### Exercise description
Copy nothing from the entries below except the lines from the one containing "repository 204aae4bb4c366c5" through the one containing "if not sep or", and copy those exactly.

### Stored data
┏━━

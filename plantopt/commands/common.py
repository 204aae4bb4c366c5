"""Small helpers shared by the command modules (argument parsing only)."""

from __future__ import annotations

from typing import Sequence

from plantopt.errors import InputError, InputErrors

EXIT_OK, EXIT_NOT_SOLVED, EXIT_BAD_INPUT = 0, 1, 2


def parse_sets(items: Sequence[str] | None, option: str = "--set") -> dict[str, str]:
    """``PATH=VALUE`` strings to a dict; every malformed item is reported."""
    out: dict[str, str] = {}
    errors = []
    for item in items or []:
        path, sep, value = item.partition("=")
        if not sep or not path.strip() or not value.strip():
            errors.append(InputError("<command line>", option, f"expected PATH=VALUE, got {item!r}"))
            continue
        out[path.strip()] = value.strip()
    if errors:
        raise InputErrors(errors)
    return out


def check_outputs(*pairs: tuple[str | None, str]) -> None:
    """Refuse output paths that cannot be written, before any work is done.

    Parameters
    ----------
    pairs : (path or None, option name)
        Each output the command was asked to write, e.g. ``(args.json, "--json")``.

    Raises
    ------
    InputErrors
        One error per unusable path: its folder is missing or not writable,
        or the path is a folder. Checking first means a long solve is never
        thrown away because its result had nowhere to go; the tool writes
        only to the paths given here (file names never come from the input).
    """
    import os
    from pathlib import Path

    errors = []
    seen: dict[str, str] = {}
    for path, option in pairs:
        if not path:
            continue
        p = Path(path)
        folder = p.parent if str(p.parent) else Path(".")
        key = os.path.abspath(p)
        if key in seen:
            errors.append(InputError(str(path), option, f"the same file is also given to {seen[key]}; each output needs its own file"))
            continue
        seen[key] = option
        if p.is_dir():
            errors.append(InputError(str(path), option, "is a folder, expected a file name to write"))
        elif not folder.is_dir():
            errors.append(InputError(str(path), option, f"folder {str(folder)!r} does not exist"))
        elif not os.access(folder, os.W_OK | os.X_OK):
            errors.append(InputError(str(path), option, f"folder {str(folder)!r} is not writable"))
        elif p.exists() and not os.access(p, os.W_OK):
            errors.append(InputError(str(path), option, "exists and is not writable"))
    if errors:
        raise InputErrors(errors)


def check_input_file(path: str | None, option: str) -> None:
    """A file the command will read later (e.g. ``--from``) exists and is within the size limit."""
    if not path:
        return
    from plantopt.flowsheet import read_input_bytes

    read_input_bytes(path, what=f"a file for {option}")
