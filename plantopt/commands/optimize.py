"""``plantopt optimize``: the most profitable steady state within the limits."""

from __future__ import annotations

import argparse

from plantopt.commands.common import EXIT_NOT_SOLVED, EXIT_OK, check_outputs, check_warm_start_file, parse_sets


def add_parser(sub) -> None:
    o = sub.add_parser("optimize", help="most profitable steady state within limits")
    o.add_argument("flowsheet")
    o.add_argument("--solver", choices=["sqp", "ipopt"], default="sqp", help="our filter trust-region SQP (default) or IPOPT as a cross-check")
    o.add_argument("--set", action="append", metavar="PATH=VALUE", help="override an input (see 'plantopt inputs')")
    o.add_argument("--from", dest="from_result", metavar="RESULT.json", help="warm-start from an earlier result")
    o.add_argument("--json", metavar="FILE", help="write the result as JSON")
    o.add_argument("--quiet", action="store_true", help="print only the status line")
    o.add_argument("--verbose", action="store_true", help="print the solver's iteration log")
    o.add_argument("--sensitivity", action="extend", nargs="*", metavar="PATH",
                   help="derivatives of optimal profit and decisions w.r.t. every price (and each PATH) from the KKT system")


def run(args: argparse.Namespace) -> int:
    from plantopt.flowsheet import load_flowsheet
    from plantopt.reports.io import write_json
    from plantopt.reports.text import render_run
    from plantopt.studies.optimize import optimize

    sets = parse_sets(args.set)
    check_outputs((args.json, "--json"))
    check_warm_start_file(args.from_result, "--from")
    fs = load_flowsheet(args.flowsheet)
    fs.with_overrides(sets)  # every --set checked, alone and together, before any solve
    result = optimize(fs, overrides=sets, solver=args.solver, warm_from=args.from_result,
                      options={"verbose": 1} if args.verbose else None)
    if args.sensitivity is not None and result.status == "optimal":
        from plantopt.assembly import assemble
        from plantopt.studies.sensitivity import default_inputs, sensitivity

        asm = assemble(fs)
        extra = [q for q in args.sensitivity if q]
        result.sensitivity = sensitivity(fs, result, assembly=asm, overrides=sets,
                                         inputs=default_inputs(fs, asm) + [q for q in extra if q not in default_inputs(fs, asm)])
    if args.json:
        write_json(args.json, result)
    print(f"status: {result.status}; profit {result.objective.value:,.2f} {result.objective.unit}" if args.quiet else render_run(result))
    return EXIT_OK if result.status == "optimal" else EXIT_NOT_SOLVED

┗━━

### Task result
repository 204aae4bb4c366c5
"""Small helpers shared by the command modules (argument parsing only)."""

from __future__ import annotations

from typing import Sequence

from plantopt.errors import InputError, InputErrors

EXIT_OK, EXIT_NOT_SOLVED, EXIT_BAD_INPUT = 0, 1, 2


def parse_sets(items: Sequence[str] | None, option: str = "--set") -> dict[str, str]:
    """``PATH=VALUE`` strings to a dict; every malformed item is reported."""
    out: dict[str, str] = {}
    errors = []
    for item in items or []:
        path, sep, value = item.partition("=")
        if not sep or not path.strip() or not value.strip():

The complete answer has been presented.